(Stored items)
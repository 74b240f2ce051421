"""Tables of cells as laboratories and spreadsheets write them: reading here, writing in `table_output`."""

import errno
import os
import re
import stat
from collections.abc import Iterator, Mapping, Sequence
from dataclasses import dataclass
from pathlib import Path
from types import MappingProxyType

from app.files.quoting import quote
from app.files.table_error import TableError
from app.files.table_output import Cell, tab_separated, write_columns, write_rows, write_table
from app.files.table_records import Feed, Record, find_delimiter, read_records
from app.files.table_text import decode

__all__ = [
    "Cell",
    "Table",
    "TableError",
    "load_table",
    "read_table",
    "tab_separated",
    "write_columns",
    "write_rows",
    "write_table",
]

MAX_BYTES = 200_000_000
# Every cell is an object of some 60 bytes: this keeps the largest table at about 1.5 GB of memory.
MAX_CELLS = 15_000_000
MAX_LINES = 10_000_000
MAX_LINE_LENGTH = 5_000_000

_DELIMITER_NAMES = {"\t": "a tab", ";": "a semicolon", ",": "a comma"}
_COMMA_DECIMAL = re.compile(r"\s*[+\-−]?(?:0?,[0-9]+|[0-9]+,(?:[0-9]{1,2}|[0-9]{4,}))(?:[eE][+\-−]?[0-9]+)?\s*")
_DOT_DECIMAL = re.compile(r"\s*[+\-−]?[0-9]*\.[0-9]+(?:[eE][+\-−]?[0-9]+)?\s*")
_ROWS_LOOKED_AT = 1000


@dataclass(frozen=True)
class Table:
    """A table as it was found: cells are text, exactly as written but for spaces in front of them.

    Attributes
    ----------
    columns : tuple of str
        Names from the header, without surrounding spaces; all different, none empty.
    rows : sequence of tuple of str
        The cells, one for each column in every row: missing ones are empty, surplus ones left out, and
        `row_problems` says so.
    line_numbers : sequence of int
        The line of the source each row starts on, the first line being 1.
    row_problems : mapping of int to str
        One sentence for each row (by its index) that does not fit the header; such a row should not be used.
    delimiter : str
        Comma, semicolon or tab.
    decimal_comma : bool
        True where the first thousand rows hold numbers like "1,5" and none like "1.5".
    encoding : str
        The encoding the bytes were read in.
    comment_lines : sequence of int
        The lines passed over because they start with "#".
    """

    columns: tuple[str, ...]
    rows: Sequence[tuple[str, ...]]
    line_numbers: Sequence[int]
    delimiter: str
    decimal_comma: bool
    encoding: str
    row_problems: Mapping[int, str]
    comment_lines: Sequence[int]


def load_table(path: Path) -> Table:
    """Read the table in a file; see `read_table`.

    Raises
    ------
    TableError
        Where the file cannot be opened or is not a usable table.
    """
    return read_table(load_bytes(path), path.name)


def load_bytes(path: Path) -> bytes:
    """The bytes of a file that is to be read as a table.

    Raises
    ------
    TableError
        With a sentence, where the file cannot be opened or is too large.
    """
    source = path.name
    try:
        status = path.stat()
        if stat.S_ISDIR(status.st_mode):
            raise IsADirectoryError(errno.EISDIR, os.strerror(errno.EISDIR))
        if not stat.S_ISREG(status.st_mode):
            raise TableError(f"{quote(source)} is a device or pipe, not a file: choose a table file.")
        _check_size(status.st_size, source)
        return path.read_bytes()
    except TableError:
        raise
    except FileNotFoundError as fault:
        raise TableError(f"{quote(source)} does not exist: check the name and the folder.") from fault
    except IsADirectoryError as fault:
        raise TableError(f"{quote(source)} is a folder: choose a table file in it.") from fault
    except PermissionError as fault:
        raise TableError(f"{quote(source)} may not be read: ask for permission or choose another.") from fault
    except (OSError, ValueError) as fault:
        told = fault.strerror if isinstance(fault, OSError) and fault.strerror else str(fault)
        raise TableError(f"{quote(source)} cannot be read, the system reports “{told}”: choose another.") from fault


def read_table(data: bytes, source: str) -> Table:
    """Read a table of cells: a header line with the names of the columns, then a line for each row.

    The delimiter is the one of comma, semicolon and tab that splits the header into most columns, unless a
    first line "sep=;" names it. Cells with the delimiter, quotation marks or line breaks in them stand in
    quotation marks. Lines that are blank, hold only empty cells or start with "#" are passed over.

    Parameters
    ----------
    data : bytes
        UTF-8 or, with a byte order mark, UTF-16; otherwise Windows Western (cp1252).
    source : str
        What to call the table in a refusal, such as the file's name.

    Raises
    ------
    TableError
        Where the bytes are not text, are too many, or hold no table with a clear header and at least one row.
    """
    _check_size(len(data), source)
    if not data:
        raise TableError(f"{quote(source)} is empty: it should have a header line and a line for each row.")
    text, encoding = decode(data, source)
    lines = _lines(text, source)
    first, delimiter = find_delimiter(lines)
    feed = Feed(lines, first)
    records = read_records(feed, delimiter, source)
    header = next((record for record in records if not record.is_blank()), None)
    if header is None:
        raise TableError(f"{quote(source)} has no header: it should have a line with the names of the columns.")
    if header.problem:
        raise TableError(f"The header of {quote(source)} cannot be used. {header.problem}")
    columns = _names(header.cells, header.line, source)
    rows, line_numbers, problems = _fit(records, len(columns), delimiter, source)
    if not rows:
        raise TableError(f"{quote(source)} has a header but no rows: add a line for each row below line {header.line}.")
    return Table(
        columns=columns,
        rows=tuple(rows),
        line_numbers=tuple(line_numbers),
        delimiter=delimiter,
        decimal_comma=_has_decimal_comma(rows[:_ROWS_LOOKED_AT]),
        encoding=encoding,
        row_problems=MappingProxyType(problems),
        comment_lines=tuple(feed.comments),
    )


def _check_size(size: int, source: str) -> None:
    if size > MAX_BYTES:
        raise TableError(
            f"{quote(source)} has {size / 1e6:.0f} MB and no more than {MAX_BYTES / 1e6:.0f} MB are read: "
            "split it into several files."
        )


def _lines(text: str, source: str) -> list[str]:
    """Part a text at its line ends, refusing what would take memory out of all proportion."""
    text = text.replace("\r\n", "\n").replace("\r", "\n")
    if text.count("\n") > MAX_LINES:
        raise TableError(f"{quote(source)} has more than {MAX_LINES} lines: split it into several files.")
    lines = text.split("\n")
    longest = max(map(len, lines))
    if longest > MAX_LINE_LENGTH:
        number = next(number for number, line in enumerate(lines, 1) if len(line) == longest)
        raise TableError(
            f"Line {number} of {quote(source)} has {longest} characters: check that every row has a line of its own."
        )
    return lines


def _names(cells: list[str], line: int, source: str) -> tuple[str, ...]:
    names = [cell.strip() for cell in cells]
    while not names[-1]:
        names.pop()
    where = f"Line {line} of {quote(source)}"
    for index, name in enumerate(names):
        if not name:
            raise TableError(f"{where} has no name for column {index + 1}: give every column a name.")
        if (earlier := names.index(name)) != index:
            raise TableError(
                f"{where} names both column {earlier + 1} and column {index + 1} {quote(name)}: "
                "give every column a name of its own."
            )
    return tuple(names)


def _fit(
    records: Iterator[Record], width: int, delimiter: str, source: str
) -> tuple[list[tuple[str, ...]], list[int], dict[int, str]]:
    """Bring every row to the header's width, telling what did not fit."""
    rows: list[tuple[str, ...]] = []
    line_numbers: list[int] = []
    problems: dict[int, str] = {}
    most = MAX_CELLS // width
    for record in records:
        if record.is_blank():
            continue
        if len(rows) == most:
            raise TableError(
                f"{quote(source)} has more than {most} rows of {width} columns: split it into several files."
            )
        cells, problem = record.cells, record.problem
        if len(cells) != width:
            problem = problem or _ragged(record, width, delimiter)
            cells = [*cells[:width], *[""] * (width - len(cells))]
        if problem:
            problems[len(rows)] = problem
        rows.append(tuple(cells))
        line_numbers.append(record.line)
    return rows, line_numbers, problems


def _ragged(record: Record, width: int, delimiter: str) -> str:
    """Say how a row misses the header's width; surplus cells that are empty do no harm."""
    count = len(record.cells)
    if count > width and not any(map(str.strip, record.cells[width:])):
        return ""
    found = f"{record.lines} {count} cell{'s' if count > 1 else ''} where the header has {width}"
    if count < width:
        return f"{found}: add the missing cells, empty ones too."
    return f"{found}: put cells with {_DELIMITER_NAMES[delimiter]} in them in quotation marks."


def _has_decimal_comma(rows: Sequence[tuple[str, ...]]) -> bool:
    commas = False
    for row in rows:
        for cell in row:
            if _DOT_DECIMAL.fullmatch(cell):
                return False
            commas = commas or _COMMA_DECIMAL.fullmatch(cell) is not None
    return commas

** EXERCISE DESCRIPTION **
Begin at the line above that has "source = path.name" and stop after the line that has "except IsADirectoryError as", copying each line exactly and adding nothing else.

** TASK ANSWER **
    source = path.name
    try:
        status = path.stat()
        if stat.S_ISDIR(status.st_mode):
            raise IsADirectoryError(errno.EISDIR, os.strerror(errno.EISDIR))
        if not stat.S_ISREG(status.st_mode):
            raise TableError(f"{quote(source)} is a device or pipe, not a file: choose a table file.")
        _check_size(status.st_size, source)
        return path.read_bytes()
    except TableError:
        raise
    except FileNotFoundError as fault:
        raise TableError(f"{quote(source)} does not exist: check the name and the folder.") from fault
    except IsADirectoryError as fault:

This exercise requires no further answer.